When I polled my clients--and remember that they are mostly hunter and dressage folks--getting lead changes was their number one problem. Basic #3 will solve that.
Owners like to give their horses medical reasons for not doing what they should. You should examine the horse from a medical standpoint. Then, if you don't find anything, take the horse to the round pen. You'd be amazed how many of these horses can take the "problem" lead in the round pen, and they can also do all kinds of flying changes.
I had one colt that had fractured his tuber coxae (point of the hip) 70 days before his owners put him in training. An owner could have given him a medical excuse for that "knocked-down" hip, but the colt's problem was that he just didn't have the basics.
Once he got the basics, he could do it all. In medical terms you need to make the right diagnosis before you do the opera-tion.
You don't have to practice Basic #3 at home at the lope; try this with you horse at the walk, then at a trot, and you will always get the lead change at the lope. If you can go down the arena and do this effortlessly at a trot and never change cadence--never speed up or slow down--or have the horse fuss at you, you can just load her up and go to a horse show. The first time you go to a show and ask her to change leads, it will happen.

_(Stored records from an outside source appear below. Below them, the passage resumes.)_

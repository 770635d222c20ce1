import { json } from '@sveltejs/kit';
import * as nde from '$lib/server/nde';
import { parseBody } from '$lib/server/api-body';
import { apiFailure } from '$lib/server/errors';
import { closeLotSchema } from '$lib/schemas/nde';
import type { RequestHandler } from './$types';

/** Close a lot (QC manager): it takes no more welds; `{ note? }`. */
export const POST: RequestHandler = async ({ locals, params, request }) => {
	const body = await parseBody(request, closeLotSchema);
	if ('response' in body) return body.response;
	try {
		const lot = nde.close(locals.projectId!, Number(params.lotId), body.data.note, locals.user!.id);
		return json({ lot });
	} catch (error) {
		return apiFailure(error);
	}
};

When I have a young horse that won't pick up a lead, it's not the youngster's fault. It means I don't have Basics #2 and #3 on her. She runs through my hands and doesn't yield to my leg. These are both sins. If I ask for Basic #1 and she doesn't move her feet, that's a problem.

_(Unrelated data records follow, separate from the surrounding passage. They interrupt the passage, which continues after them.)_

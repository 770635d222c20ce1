/**
 * ISO 5817:2014 quality levels B, C and D. Sources are those of reference/standards.md §5;
 * tags per row as there. All values in mm.
 */
import { describe, expect, it } from 'vitest';
import { checker, evaluated, finding } from '../testing';
import type { JointInput } from '../types';

const B = 'iso-5817-b';
const C = 'iso-5817-c';
const D = 'iso-5817-d';
const metric = { units: 'metric' } as const;
const butt = (thickness: number): JointInput => ({ kind: 'butt', thickness });
/** A fillet whose nominal throat a is exactly `a` mm (required leg a / 0.7071). */
const filletWithThroat = (a: number, more: Partial<JointInput> = {}): JointInput => ({
	kind: 'fillet',
	thickness: 10,
	requiredSize: a / Math.SQRT1_2,
	weldLength: 200,
	...more
});

describe('undercut 5011/5012', () => {
	const at = (level: string) => checker(level, 'undercut.depth', 'visual', metric);

	// Reference check, t = 10 mm: D 1.0, C 0.5, B 0.5 mm (t > 3: C, B [2+]; D [1]).
	it.each([
		[B, 0.5],
		[C, 0.5],
		[D, 1.0]
	])('on a 10 mm wall, %s allows %f mm', (level, limit) => {
		expect(at(level)(butt(10), { undercutDepth: limit })).toBe('within');
		expect(at(level)(butt(10), { undercutDepth: limit + 0.01 })).toBe('outside');
	});

	// t = 4 mm: B 0.05t = 0.2, C 0.1t = 0.4, D 0.2t = 0.8.
	it.each([
		[B, 0.2],
		[C, 0.4],
		[D, 0.8]
	])('on a 4 mm wall, %s allows %f mm', (level, limit) => {
		expect(at(level)(butt(4), { undercutDepth: limit })).toBe('within');
		expect(at(level)(butt(4), { undercutDepth: limit + 0.01 })).toBe('outside');
	});

	// t 0.5–3: B not permitted, C short h ≤ 0.1t [1]; short imperfection rule from memory.
	it('on a 2 mm wall, allows none at B and short undercut at C', () => {
		expect(at(B)(butt(2), { undercutDepth: 0.05 })).toBe('outside');
		const length = checker(C, 'undercut.length', 'visual', metric);
		expect(at(C)(butt(2), { undercutDepth: 0.2, undercutLength: 20 })).toBe('within');
		expect(length(butt(2), { undercutDepth: 0.2, undercutLength: 25 })).toBe('within');
		expect(length(butt(2), { undercutDepth: 0.2, undercutLength: 40 })).toBe('judge');
		expect(length(butt(2), { undercutDepth: 0.2, undercutLength: 80 })).toBe('outside');
		expect(at(C)(butt(2), { undercutDepth: 0.25, undercutLength: 10 })).toBe('outside');
		// D: 0.2t (from memory).
		expect(at(D)(butt(2), { undercutDepth: 0.4, undercutLength: 10 })).toBe('within');
	});

	it('judges in mm whatever the project unit system', () => {
		const imperial = checker(C, 'undercut.depth', 'visual');
		expect(imperial({ kind: 'butt', thickness: '3/8 in' }, { undercutDepth: '0.5 mm' })).toBe(
			'within'
		);
		expect(imperial({ kind: 'butt', thickness: '3/8 in' }, { undercutDepth: '1/32' })).toBe(
			'outside'
		);
	});
});

describe('excess weld metal 502 — h ≤ 1 + k·b, capped (C, B [2+]; D from memory)', () => {
	const at = (level: string) => checker(level, 'reinforcement.max', 'visual', metric);

	// Reference check, b = 20 mm: D 6, C 4, B 3 mm.
	it.each([
		[B, 3],
		[C, 4],
		[D, 6]
	])('with a 20 mm face, %s allows %f mm', (level, limit) => {
		expect(at(level)(butt(10), { reinforcement: limit, faceWidth: 20 })).toBe('within');
		expect(at(level)(butt(10), { reinforcement: limit + 0.01, faceWidth: 20 })).toBe('outside');
	});

	// b = 60 mm: 1 + k·b passes every cap (B 5, C 7, D 10).
	it.each([
		[B, 5],
		[C, 7],
		[D, 10]
	])('with a 60 mm face, %s is capped at %f mm', (level, cap) => {
		expect(at(level)(butt(25), { reinforcement: cap, faceWidth: 60 })).toBe('within');
		expect(at(level)(butt(25), { reinforcement: cap + 0.01, faceWidth: 60 })).toBe('outside');
	});

	it('asks for the face width when the height is over 1 mm', () => {
		expect(at(B)(butt(10), { reinforcement: 1 })).toBe('within');
		const result = evaluated(B, butt(10), 'visual', { reinforcement: 2 }, metric);
		expect(result.findings.find((f) => f.check === 'reinforcement.max')?.outcome).toBe('judge');
		expect(result.missing).toContain('faceWidth');
	});
});

describe('excessive convexity 503 — h ≤ 1 + k·b, capped [2+]', () => {
	const at = (level: string) => checker(level, 'fillet.convexity', 'visual', metric);

	it.each([
		[B, 10, 2],
		[C, 10, 2.5],
		[D, 10, 3.5],
		[B, 30, 3],
		[C, 30, 4],
		[D, 30, 5]
	])('%s with a %f mm face allows %f mm', (level, face, limit) => {
		expect(at(level)(filletWithThroat(5), { convexity: limit, faceWidth: face })).toBe('within');
		expect(at(level)(filletWithThroat(5), { convexity: limit + 0.01, faceWidth: face })).toBe(
			'outside'
		);
	});
});

describe('fillet throat 5213 / 5214', () => {
	// 5214 excessive throat: B h ≤ 1 + 0.15a max 3 [2+]; C 1 + 0.2a max 4 [1]; D unlimited.
	it('limits excess throat at B and C, not at D', () => {
		const excess = (level: string) => checker(level, 'fillet.throat.max', 'visual', metric);
		expect(excess(B)(filletWithThroat(5), { throat: 6.75 })).toBe('within');
		expect(excess(B)(filletWithThroat(5), { throat: 6.76 })).toBe('outside');
		expect(excess(C)(filletWithThroat(5), { throat: 7 })).toBe('within');
		expect(excess(C)(filletWithThroat(5), { throat: 7.01 })).toBe('outside');
		expect(excess(B)(filletWithThroat(20), { throat: 23 })).toBe('within');
		expect(excess(B)(filletWithThroat(20), { throat: 23.01 })).toBe('outside');
		const atD = evaluated(D, filletWithThroat(5), 'visual', { throat: 9 }, metric);
		expect(atD.findings.some((f) => f.check === 'fillet.throat.max')).toBe(false);
	});

	// 5213 insufficient throat, t > 3 [1: EN 25817; 2014 same from memory]: B none; C, D short h ≤ 0.3 + 0.1a.
	it('allows a short thin throat at C and D only', () => {
		const shortfall = (level: string) => checker(level, 'fillet.throat.min', 'visual', metric);
		const length = (level: string) => checker(level, 'fillet.throat.length', 'visual', metric);
		expect(shortfall(B)(filletWithThroat(5), { throat: 4.9, undersizeLength: 10 })).toBe('outside');
		expect(shortfall(C)(filletWithThroat(5), { throat: 4.2, undersizeLength: 20 })).toBe('within');
		expect(length(C)(filletWithThroat(5), { throat: 4.2, undersizeLength: 20 })).toBe('within');
		expect(length(C)(filletWithThroat(5), { throat: 4.2, undersizeLength: 30 })).toBe('judge');
		expect(length(C)(filletWithThroat(5), { throat: 4.2, undersizeLength: 60 })).toBe('outside');
		expect(shortfall(C)(filletWithThroat(5), { throat: 4.19, undersizeLength: 10 })).toBe(
			'outside'
		);
		// a = 20 mm: 0.3 + 2 is capped at 1 (C) and 2 (D).
		expect(shortfall(C)(filletWithThroat(20), { throat: 19, undersizeLength: 10 })).toBe('within');
		expect(shortfall(C)(filletWithThroat(20), { throat: 18.9, undersizeLength: 10 })).toBe(
			'outside'
		);
		expect(shortfall(D)(filletWithThroat(20), { throat: 18, undersizeLength: 10 })).toBe('within');
		expect(shortfall(D)(filletWithThroat(20), { throat: 17.9, undersizeLength: 10 })).toBe(
			'outside'
		);
	});

	it('uses the throat of the legs when no throat was gauged', () => {
		const found = finding(
			C,
			filletWithThroat(5),
			'visual',
			{ filletLeg1: 7.0710678, filletLeg2: 7.0710678 },
			'fillet.throat.min',
			metric
		);
		expect(found).toMatchObject({ reading: 'filletLeg1', outcome: 'within' });
		expect(found.measured).toBeCloseTo(0, 6);
	});

	// Short imperfection on a weld under 100 mm: 25 % of its length (from memory).
	it('allows a quarter of a short weld', () => {
		const length = checker(C, 'fillet.throat.length', 'visual', metric);
		const short = filletWithThroat(5, { weldLength: 80 });
		expect(length(short, { throat: 4.5, undersizeLength: 20 })).toBe('within');
		expect(length(short, { throat: 4.5, undersizeLength: 21 })).toBe('outside');
	});
});

describe('fillet asymmetry 512 [2+]', () => {
	// a = 5: B 1.5 + 0.75 = 2.25; C 2 + 0.75 = 2.75; D 2 + 1.0 = 3.0.
	it.each([
		[B, 2.25],
		[C, 2.75],
		[D, 3.0]
	])('%s allows %f mm between the legs', (level, limit) => {
		const asymmetry = checker(level, 'fillet.asymmetry', 'visual', metric);
		expect(asymmetry(filletWithThroat(5), { filletLeg1: 7, filletLeg2: 7 + limit })).toBe('within');
		expect(asymmetry(filletWithThroat(5), { filletLeg1: 7, filletLeg2: 7 + limit + 0.01 })).toBe(
			'outside'
		);
	});
});

describe('linear misalignment 507 / 5072 (from memory)', () => {
	const at = (level: string) => checker(level, 'misalignment.max', 'fitup', metric);

	// t = 10: plates B 1.0, C 1.5, D 2.5; circumferential 0.5t capped B 2, C 3, D 4.
	it.each([
		[B, 1.0, 2.0],
		[C, 1.5, 3.0],
		[D, 2.5, 4.0]
	])(
		'%s on 10 mm: within to %f (plate), judged to %f (pipe), outside above',
		(level, plate, pipe) => {
			expect(at(level)(butt(10), { misalignment: plate })).toBe('within');
			expect(at(level)(butt(10), { misalignment: plate + 0.01 })).toBe('judge');
			expect(at(level)(butt(10), { misalignment: pipe })).toBe('judge');
			expect(at(level)(butt(10), { misalignment: pipe + 0.01 })).toBe('outside');
		}
	);

	it('uses the thin-plate row up to 3 mm and is checked at visual too', () => {
		expect(at(B)(butt(2), { misalignment: 0.4 })).toBe('within');
		expect(
			finding(B, butt(10), 'visual', { misalignment: 1 }, 'misalignment.max', metric).outcome
		).toBe('within');
	});
});

describe('cracks, fusion, overlap, craters, pores', () => {
	// Not permitted at any level [1].
	it('rejects cracks and lack of fusion at every level', () => {
		for (const level of [B, C, D]) {
			expect(finding(level, butt(10), 'visual', { crack: true }, 'crack', metric).outcome).toBe(
				'outside'
			);
			expect(
				finding(level, butt(10), 'visual', { incompleteFusion: true }, 'fusion', metric).outcome
			).toBe('outside');
		}
	});

	// From memory: overlap 506 only at D (h ≤ 0.2b); end crater 2025 at C and D by height.
	it('leaves overlap at D and craters at C and D to the inspector (from memory)', () => {
		expect(finding(B, butt(10), 'visual', { overlap: true }, 'overlap', metric).outcome).toBe(
			'outside'
		);
		expect(finding(C, butt(10), 'visual', { overlap: true }, 'overlap', metric).outcome).toBe(
			'outside'
		);
		expect(finding(D, butt(10), 'visual', { overlap: true }, 'overlap', metric).outcome).toBe(
			'judge'
		);
		expect(finding(B, butt(10), 'visual', { craterUnfilled: true }, 'crater', metric).outcome).toBe(
			'outside'
		);
		expect(finding(C, butt(10), 'visual', { craterUnfilled: true }, 'crater', metric).outcome).toBe(
			'judge'
		);
	});

	// From memory: surface pore 2017, B none; C d ≤ 0.2s max 2; D 0.3s max 3.
	it('passes pores whose sum is under the single-pore limit (from memory)', () => {
		expect(finding(B, butt(10), 'visual', { porosity: 0.5 }, 'porosity.max', metric).outcome).toBe(
			'outside'
		);
		expect(finding(C, butt(10), 'visual', { porosity: 2 }, 'porosity.max', metric).outcome).toBe(
			'within'
		);
		expect(finding(C, butt(10), 'visual', { porosity: 2.5 }, 'porosity.max', metric).outcome).toBe(
			'judge'
		);
		expect(finding(D, butt(10), 'visual', { porosity: 3 }, 'porosity.max', metric).outcome).toBe(
			'within'
		);
		expect(
			finding(C, filletWithThroat(5), 'visual', { porosity: 1 }, 'porosity.max', metric).outcome
		).toBe('within');
		expect(
			finding(C, filletWithThroat(5), 'visual', { porosity: 1.1 }, 'porosity.max', metric).outcome
		).toBe('judge');
	});
});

However, if you ask a young horse a question, you should expect a kindergarten answer. Don't punish her for not know-ing.
My friend Gary Carpenter (head of the American Quarter Horse Foundation) came to visit me one time and rode all my horses, and he gave me the greatest compliment.
He said, "Andy, you know what I like about your horses--the babies to the finished show horses? You ask them the same question, you get the same answer."
Training horses should be really boring. If it's not, you are doing something wrong. The more exciting it gets, the worse you are doing. Boring and monotonous are good.
When I put a foot in the stirrup, my horses are ready to go to work. I don't longe them to wear them out.
Older horses can work 30-45 minutes. Young horses should work only 15-20 minutes. Babies shouldn't even know they've been worked. With young horses, work on Basics #1, #2, and #3. If one gets frazzled, back off and get started again when she's quiet. If you lose quiet, you've lost everything.
If you see a horse at the end of a training session that's more rattled than when she started, she didn't learn anything. You had a bad session. The young horse didn't have fun, and she's not looking forward to tomorrow.
My horses all live outside. They are all easy to catch. When I turn up the heat on one 30 days before a show to get him on the edge--just between perfection and disaster--I can tell when I've tweaked a little too much. The next time I go to the pasture, he drops his head and eases away like he is invisible, and he says, "I'd like to not play today."
Owners should listen to their horses. When horses don't look forward to work and are not having fun, you need to back off a bit. If you are paying attention and know your horses, they will tell you a lot.
Have Basics #1, #2, and #3 on your horses. When problems do arise, figure out which one of these has failed, and train on it. Don't overwork your horses, don't get mad, and make sure you understand what they are telling you.